**What is required**
Reproduce exactly, from the data that follows, the line with "self.setPen(QPen(QColor(0, 0, 0, 0)))", the line with "self.label.setPlainText(self.labelText)", and every line that lies between them.

(Dataset content begins)

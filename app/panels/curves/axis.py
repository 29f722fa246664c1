"""The two axes: plain numbers, a light grid, a title in words."""

from collections.abc import Callable
from typing import Literal

import pyqtgraph as pg
from PySide6.QtCore import QRectF
from PySide6.QtGui import QColor, QFont, QFontMetricsF, QPen

from app.look.theme import Theme
from app.panels.curves.scale import Ticks, linear_ticks, logarithmic_ticks


class QuietAxis(pg.AxisItem):
    """An axis without a line of its own: ticks are the grid, numbers are plain also on a logarithmic axis.

    `degrees` makes its steps parts of a turn; `spell` writes the numbers of a logarithmic axis instead.
    Its positions are log₁₀ of the value when `logarithmic` is set, as `FrequencyScale` makes them; the log mode
    of the plotting library is not used, because it moves curves but not marks.
    """

    def __init__(self, orientation: Literal["left", "bottom"]) -> None:
        super().__init__(orientation)
        self.logarithmic = False
        self.degrees = False
        self.spell: Callable[[float], str] | None = None
        self._ink = QColor()
        self._texts: dict[float, str] = {}
        self.setZValue(-200)
        self.enableAutoSIPrefix(False)
        self.setGrid(255)
        self.setCacheMode(self.CacheMode.DeviceCoordinateCache)

    def set_fonts(self, font: QFont) -> None:
        """Write numbers and title in this font."""
        metrics = QFontMetricsF(font)
        self.setStyle(
            tickFont=font,
            tickAlpha=255,
            maxTextLevel=0,
            tickTextOffset=6,
            hideOverlappingLabels=False,
            tickTextHeight=round(metrics.height()),
            autoReduceTextSpace=False,
            tickTextWidth=round(metrics.horizontalAdvance("−00.00")),
        )
        self.label.setFont(font)

    def set_theme(self, theme: Theme) -> None:
        """Take the colours of a theme."""
        self.setPen(QPen(QColor(0, 0, 0, 0)))
        self.setTickPen(QPen(QColor(theme.line)))
        self.setTextPen(QPen(QColor(theme.muted)))
        self._ink = QColor(theme.text)
        self._write_title()

    def set_title(self, title: str) -> None:
        """Write the title; the numbers beside it carry no unit of their own."""
        if title != self.labelText:
            self.setLabel(title)
            self._write_title()

    def _write_title(self) -> None:
        # The library writes titles as markup in the colour of the numbers; these are plain and stronger.
        self.label.setPlainText(self.labelText)
        self.label.setDefaultTextColor(self._ink)
        self.resizeEvent(None)

    def ticks(self, low: float, high: float, length: float) -> Ticks:
        """Return what is written between two positions on `length` pixels."""
        metrics = QFontMetricsF(self.style["tickFont"] or self.font())
        if self.orientation == "left":
            room = metrics.height() * 2.6
        else:
            room = metrics.horizontalAdvance("0000.0") * 1.5
        most = max(2.0, length / room)
        if self.logarithmic:
            return logarithmic_ticks(low, high, most, self.spell)
        return linear_ticks(low, high, most, degrees=self.degrees)

    def boundingRect(self) -> QRectF:
        """Return the axis and its grid, with room for numbers that stand at the very ends."""
        rect: QRectF = super().boundingRect()
        return rect.adjusted(0, -10, 0, 10) if self.orientation == "left" else rect.adjusted(-30, 0, 30, 0)

    def tickValues(self, minVal: float, maxVal: float, size: float) -> list[tuple[float | None, list[float]]]:
        """Give the plotting library the ticks of this axis: labelled ones, then those between them."""
        low, high = sorted((minVal, maxVal))
        found = self.ticks(low, high, size)
        self._texts = dict(zip(found.major, found.texts, strict=True))
        return [(None, list(found.major)), (None, list(found.minor))]

    def tickStrings(self, values: list[float], scale: float, spacing: float | None) -> list[str]:
        """Give the plotting library the texts that belong to the ticks it has just asked for."""
        return [self._texts.get(value, "") for value in values]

(Dataset content ends)

**Task result**
        self.setPen(QPen(QColor(0, 0, 0, 0)))
        self.setTickPen(QPen(QColor(theme.line)))
        self.setTextPen(QPen(QColor(theme.muted)))
        self._ink = QColor(theme.text)
        self._write_title()

    def set_title(self, title: str) -> None:
        """Write the title; the numbers beside it carry no unit of their own."""
        if title != self.labelText:
            self.setLabel(title)
            self._write_title()

    def _write_title(self) -> None:
        # The library writes titles as markup in the colour of the numbers; these are plain and stronger.
        self.label.setPlainText(self.labelText)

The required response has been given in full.